How to complete this task: Search the material for the string "tzinfo", then show every line where it turns up.

Provided records:
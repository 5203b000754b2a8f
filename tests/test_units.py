"""Units: exact definitions and the worked conversion example."""

import numpy as np
import pytest

from engine.errors import InputError
from engine.units import (
    STANDARD_GRAVITY,
    convert_waveform,
    frequency_gain,
    parse_sensitivity,
    scale_factor,
    to_db,
    unit,
)


def test_exact_definitions():
    # CGPM 1901 / ISO 80000-3: g_n = 9.80665 m/s²; 1959 agreement: 1 in = 25.4 mm.
    assert STANDARD_GRAVITY == 9.80665
    assert scale_factor("in/s", "mm/s") == pytest.approx(25.4, rel=1e-15)
    assert scale_factor("mil", "um") == pytest.approx(25.4, rel=1e-15)
    assert scale_factor("g", "m/s2") == 9.80665


def test_worked_example_one_g_at_100_hz():
    # From first principles: v = a/(2πf); 1 g peak at 100 Hz = 15.61 mm/s peak,
    # 11.04 mm/s RMS.
    g = float(frequency_gain(np.array([100.0]), "g", "mm/s")[0])
    assert g == pytest.approx(15.61, abs=0.005)
    assert g / np.sqrt(2) == pytest.approx(11.04, abs=0.005)


def test_integration_low_cut_and_differentiation():
    f = np.array([0.0, 1.0, 2.0, 50.0])
    gain = frequency_gain(f, "m/s2", "m/s", low_cut_hz=2.0)
    assert gain[0] == 0 and gain[1] == 0
    assert gain[3] == pytest.approx(1 / (2 * np.pi * 50))
    back = frequency_gain(f, "m/s", "m/s2")
    assert back[3] == pytest.approx(2 * np.pi * 50)


def test_waveform_integration_of_a_sine():
    # ∫ A sin(ωt) dt = −A/ω cos(ωt): amplitude A/ω, phase lag 90°.
    fs, f0 = 10000.0, 125.0
    t = np.arange(10000) / fs
    a = np.sin(2 * np.pi * f0 * t)
    v = convert_waveform(a, fs, "m/s2", "m/s")
    np.testing.assert_allclose(v, -np.cos(2 * np.pi * f0 * t) / (2 * np.pi * f0), atol=1e-12)


@pytest.mark.parametrize("text,expected", [("100mV/g", (0.1, "g")), ("0.1 V/g", (0.1, "g")),
                                           ("10.2 mV/(m/s2)", (0.0102, "m/s2")),
                                           ("4 mV/(mm/s)", (0.004, "mm/s")),
                                           ("100", (0.1, "g"))])
def test_parse_sensitivity(text, expected):
    v, u = parse_sensitivity(text)
    assert v == pytest.approx(expected[0]) and u == expected[1]


@pytest.mark.parametrize("bad", ["", "abc", "-5mV/g", "0 mV/g", "100 mV/V", "100 mV/furlong"])
def test_bad_sensitivity(bad):
    with pytest.raises(InputError):
        parse_sensitivity(bad)


def test_unknown_unit_message_names_field_and_file():
    with pytest.raises(InputError, match=r"a\.wav: --unit 'mm/h' is not a known unit"):
        unit("mm/h", source="a.wav", field="--unit")
    with pytest.raises(InputError, match="without integration"):
        scale_factor("g", "mm/s")


def test_iso_1683_reference_values():
    # ISO 1683:2015 (from memory): 1 µm/s², 1 nm/s, 1 pm.
    assert to_db(1e-6, "acceleration") == pytest.approx(0.0)
    assert to_db(1e-3, "velocity") == pytest.approx(120.0)
    assert to_db(1e-6, "displacement") == pytest.approx(120.0)
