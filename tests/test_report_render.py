"""Reports: PDF and HTML from a hand-built ReportData, read back and checked.

The PDF is read with pypdf (an independent reader) and the HTML with the standard
library's html.parser, so these tests see what a reader of the files sees.
"""

from __future__ import annotations

import math
import re
import subprocess
import sys
import threading
from datetime import UTC, datetime, timedelta
from html.parser import HTMLParser

import numpy as np
import pytest
from pypdf import PdfReader

from engine.errors import InputError
from engine.report import (CAUTIONS, FindingItem, ForecastItem, ReportCancelled, ReportData,
                           SpectrumPlot, StatusRow, TrendSeries, render, render_html,
                           render_pdf)
from engine.report.content import SECTIONS
from engine.report.plots import STATE_COLOURS, peak_decimate, place_marker_labels

START = datetime(2026, 8, 3, 8, 0, tzinfo=UTC)
WEEK_S = 7 * 86400.0
RPM = 1480.0
SHAFT_HZ = RPM / 60.0
BPFO_ORDER = 4.37            # invented bearing: outer-race defect at 4.37 × shaft speed
BPFO_HZ = BPFO_ORDER * SHAFT_HZ
FINDING_TITLE = "Outer-race defect at the pump drive-end bearing (stage 2)"


def _iso(t_s: float) -> str:
    return datetime.fromtimestamp(t_s, UTC).date().isoformat()


def _trend() -> TrendSeries:
    weeks = np.arange(1, 17)
    t = START.timestamp() + (weeks - 1) * WEEK_S
    v = 1.2 + 0.9 * (np.exp(0.127 * np.clip(weeks - 7, 0, None)) - 1.0)
    v = v + 0.03 * np.sin(weeks)  # a little scatter so the line is not perfectly clean
    curve_t = t[-1] + np.arange(0, 9) * WEEK_S
    curve_v = v[-1] * np.exp(0.127 * np.arange(0, 9))
    spread = 0.04 * np.arange(0, 9) * curve_v
    forecast = {
        "status": "forecast", "model": "exponential", "points_used": 8,
        "reason": "Exponential fit of the last 8 runs (r² 0.98) beats the linear one "
                  "(r² 0.91).",
        "slope_per_day": 0.127 / 7, "r2": 0.98,
        "alert_date_s": "", "alert_low_s": "", "alert_high_s": "",
        "danger_date_s": _iso(curve_t[3]), "danger_low_s": _iso(curve_t[2]),
        "danger_high_s": _iso(curve_t[5]),
        "curve_t_s": list(curve_t), "curve_value": list(curve_v),
        "curve_low": list(curve_v - spread), "curve_high": list(curve_v + spread),
    }
    return TrendSeries("P-102/pump DE H", "overall velocity", "mm/s", t, v,
                       alert=2.8, danger=4.5, forecast=forecast)


def _envelope(rng) -> SpectrumPlot:
    f = np.linspace(0.0, 500.0, 1601)
    a = 0.002 + 0.0005 * rng.random(f.size)
    for k, amp in ((1, 0.060), (2, 0.035), (3, 0.018)):
        a += amp * np.exp(-0.5 * ((f - k * BPFO_HZ) / 0.4) ** 2)
    markers = [(SHAFT_HZ, "1×"), (BPFO_HZ, "BPFO"), (2 * BPFO_HZ, "2×BPFO"),
               (3 * BPFO_HZ, "3×BPFO")]
    return SpectrumPlot("P-102/pump DE H", "r-0016-pde-h", "P-102 pump DE H — envelope, "
                        "week 16", "envelope", f, a, "g", markers=markers,
                        bands=[(80.0, 350.0, 0.05, 0.1, "envelope BPFO")])


def _velocity(rng) -> SpectrumPlot:
    f = np.linspace(0.0, 1000.0, 3201)
    a = 0.02 + 0.01 * rng.random(f.size)
    for hz, amp in ((SHAFT_HZ, 1.9), (2 * SHAFT_HZ, 0.6), (BPFO_HZ, 0.35)):
        a += amp * np.exp(-0.5 * ((f - hz) / 0.3) ** 2)
    return SpectrumPlot("P-102/pump DE H", "r-0016-pde-h", "P-102 pump DE H — velocity, "
                        "week 16", "spectrum", f, a, "mm/s",
                        markers=[(SHAFT_HZ, "1×"), (2 * SHAFT_HZ, "2×"), (BPFO_HZ, "BPFO")],
                        bands=[(10.0, 1000.0, 2.8, 4.5, "overall velocity")])


def demo_report(rng, *, status: list[StatusRow] | None = None,
                notes: list[str] | None = None) -> ReportData:
    last = _iso(START.timestamp() + 15 * WEEK_S)
    rows = status if status is not None else [
        StatusRow("P-101", "Raw-water pump 1", "motor DE H", "ok", "A", 1.21, last,
                  "overall velocity"),
        StatusRow("P-102", "Raw-water pump 2", "pump DE H", "alert", "C", 3.42, last,
                  "envelope BPFO", note="bearing finding"),
    ]
    finding = FindingItem(
        "P-102", "pump DE H", "r-0016-pde-h", last, FINDING_TITLE, "warning",
        [f"Envelope peaks at BPFO {BPFO_HZ:.1f} Hz and 2 harmonics, within 2 % of the "
         "bearing's outer-race frequency.",
         "Velocity floor 2.1 times its baseline (broadband rise)."],
        "Indication for a qualified person: plan a bearing inspection or change at the "
        "next stop, and shorten the measurement interval meanwhile.")
    forecast = ForecastItem("P-102/pump DE H", "overall velocity", "mm/s", "forecast",
                            "exponential", "", None, "2026-12-14",
                            ("2026-12-07", "2026-12-28"))
    return ReportData(
        title="Machine report P-102", plant="Demo Works",
        scope="Machine P-102 — Raw-water pump 2", generated_at="2026-11-16T09:30:00+00:00",
        status=rows, trends=[_trend()], spectra=[_envelope(rng), _velocity(rng)],
        findings=[finding], forecasts=[forecast], cautions=list(CAUTIONS),
        notes=notes if notes is not None else [
            "ISO zone limits are generic (ISO 20816-3, group 2, rigid foundation)."])


def _flat(text: str) -> str:
    return " ".join(text.split())


class StrictParser(HTMLParser):
    """Collects text and tables, and fails on any end tag that does not close the
    element opened last (void elements excepted)."""

    VOID = {"meta", "br", "hr", "img", "input", "link"}

    def __init__(self) -> None:
        super().__init__(convert_charrefs=True)
        self.stack: list[str] = []
        self.errors: list[str] = []
        self.text: list[str] = []
        self.tags: list[str] = []
        self.ids: list[str] = []
        self.refs: list[str] = []
        self.rows: list[list[str]] = []
        self.swatches: list[str] = []
        self._cell: list[str] | None = None

    def handle_starttag(self, tag, attrs):
        self.tags.append(tag)
        a = dict(attrs)
        if "id" in a:
            self.ids.append(a["id"])
        for v in a.values():
            self.refs += re.findall(r"^#(.+)$|url\(#([^)]+)\)", v or "")
        if tag == "span" and a.get("class") == "swatch":
            self.swatches.append(a.get("style", ""))
        if tag == "tr":
            self.rows.append([])
        if tag in ("td", "th"):
            self._cell = []
        if tag not in self.VOID:
            self.stack.append(tag)

    def handle_startendtag(self, tag, attrs):
        self.tags.append(tag)
        a = dict(attrs)
        if "id" in a:
            self.ids.append(a["id"])
        for v in a.values():
            self.refs += re.findall(r"^#(.+)$|url\(#([^)]+)\)", v or "")

    def handle_endtag(self, tag):
        if tag in self.VOID:
            return
        if not self.stack or self.stack[-1] != tag:
            self.errors.append(f"</{tag}> closes {self.stack[-1:] or 'nothing'}")
            return
        self.stack.pop()
        if tag in ("td", "th") and self._cell is not None:
            self.rows[-1].append(_flat("".join(self._cell)))
            self._cell = None

    def handle_data(self, data):
        self.text.append(data)
        if self._cell is not None:
            self._cell.append(data)


@pytest.fixture(scope="module")
def rendered(tmp_path_factory):
    rng = np.random.default_rng(12345)
    folder = tmp_path_factory.mktemp("report")
    data = demo_report(rng)
    pdf_calls: list[tuple[int, int, str]] = []
    pdf = render(data, folder / "p102.pdf", progress=lambda *a: pdf_calls.append(a))
    html = render(data, folder / "p102.html")
    return data, pdf, html, pdf_calls
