"""Small archives with results we choose, for the trend and alarm-command tests (not
collected as tests).

Runs are real (tiny recordings imported into the archive, so that every run id exists
in the catalogue); their analysis results are built here with the values and spectra a
test needs and kept with ``Archive.store_results``, so that the expected trends, zones
and states follow from numbers written in the test.
"""

from __future__ import annotations

import math
import warnings
import zlib
from datetime import UTC, datetime, timedelta

import numpy as np

from engine.archive import create_archive
from engine.errors import EngineWarning
from engine.recording import Channel, Recording
from engine.results import STANDARD_VALUES, RunResults
from engine.spectrum import Spectrum, SpectrumSettings, compute_spectrum

SITE = "Test Works"
START = datetime(2026, 1, 5, 8, 0, tzinfo=UTC)
WEEK_S = 7 * 86400.0


def week_time(week: int, minutes: int = 0) -> datetime:
    """Week 1 is START; one survey a week."""
    return START + timedelta(days=7 * (week - 1), minutes=minutes)


def tiny_recording(seed: int) -> Recording:
    """1024 samples of noise in g (enough for the import's quality checks)."""
    rng = np.random.default_rng(seed)
    return Recording(fs_hz=2560.0, channels=[Channel(rng.normal(0.0, 0.01, 1024), "g")],
                     source=f"tiny{seed}.wav")


def new_archive(path, machines: dict[str, tuple[int | None, str | None, list[str]]]):
    """An archive, open for writing, with machines ``tag: (iso group, foundation,
    [point names])`` (group/foundation None for a machine without them)."""
    with warnings.catch_warnings():
        warnings.simplefilter("ignore", EngineWarning)
        arc = create_archive(path, plant_name=SITE)
    arc.add_site(SITE)
    for tag, (group, foundation, names) in machines.items():
        props = {"nominal_rpm": 1480.0}
        if group is not None:
            props.update(iso_group=group, foundation=foundation)
        arc.add_machine(SITE, tag, **props)
        for name in names:
            last = name.rsplit(" ", 1)[-1]
            arc.add_point(SITE, tag, name, direction=last if last in "HVAR" else "H",
                          unit="g", fmax_hz=1000.0, lines=800)
    return arc


def tone_spectrum(tones: dict[float, float], *, fs_hz: float = 2560.0, lines: int = 800,
                  fmax_hz: float = 1000.0, seconds: float = 4.0, seed: int = 0) -> Spectrum:
    """Velocity spectrum (mm/s RMS) of velocity sines ``{f_hz: v_rms_mm_s}`` with a
    little noise, computed by engine.spectrum (Hann, the point's lines)."""
    rng = np.random.default_rng(seed)
    t = np.arange(int(fs_hz * seconds)) / fs_hz
    x = 1e-4 * rng.standard_normal(t.size)
    for f, v in tones.items():
        x = x + v * math.sqrt(2.0) * np.sin(2 * math.pi * f * t + rng.uniform(0, 2 * math.pi))
    return compute_spectrum(x, fs_hz, unit_in="mm/s", unit_out="mm/s",
                            settings=SpectrumSettings(fmax_hz=fmax_hz, lines=lines,
                                                      scale="rms"))


def line_spectrum(amplitudes: np.ndarray, *, resolution_hz: float = 1.25) -> Spectrum:
    """A spectrum whose lines hold exactly ``amplitudes`` (mm/s RMS)."""
    a = np.asarray(amplitudes, dtype=float)
    lines = a.size - 1
    return Spectrum(frequency_hz=np.arange(a.size) * resolution_hz, amplitude=a,
                    mean_square=a ** 2, unit="mm/s", scale="rms", window="hann",
                    fmax_hz=lines * resolution_hz, lines=lines, resolution_hz=resolution_hz,
                    enbw_hz=1.5 * resolution_hz, fs_hz=2.56 * lines * resolution_hz,
                    averages=1, frame_length=int(2.56 * lines), overlap=0.5,
                    averaging="linear")


def add_run(arc, point: str, week: int, *, values: dict | None = None, rpm: float = math.nan,
            spectrum: Spectrum | None = None, peaks: list | None = None, minutes: int = 0,
            quality: str = "ok") -> str:
    """Import a tiny run at ``point`` in ``week`` and keep results with these values
    (the standard values not given are NaN).  Returns the run id."""
    taken = week_time(week, minutes)
    seed = zlib.crc32(f"{point}|{week}|{minutes}".encode())
    rid = arc.import_recording(tiny_recording(seed), point, taken=taken,
                               source=f"{point.replace('/', '_')}-w{week}-{minutes}").run_id
    vals = dict.fromkeys(STANDARD_VALUES, math.nan)
    vals.update(values or {})
    arc.store_results([RunResults(run_id=rid, point=point, taken_s=taken.timestamp(), rpm=rpm,
                                  spectrum=spectrum, values=vals, labelled_peaks=peaks or [],
                                  quality=quality)])
    return rid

Written response:
START = datetime(2026, 8, 3, 8, 0, tzinfo=UTC)
START = datetime(2026, 1, 5, 8, 0, tzinfo=UTC)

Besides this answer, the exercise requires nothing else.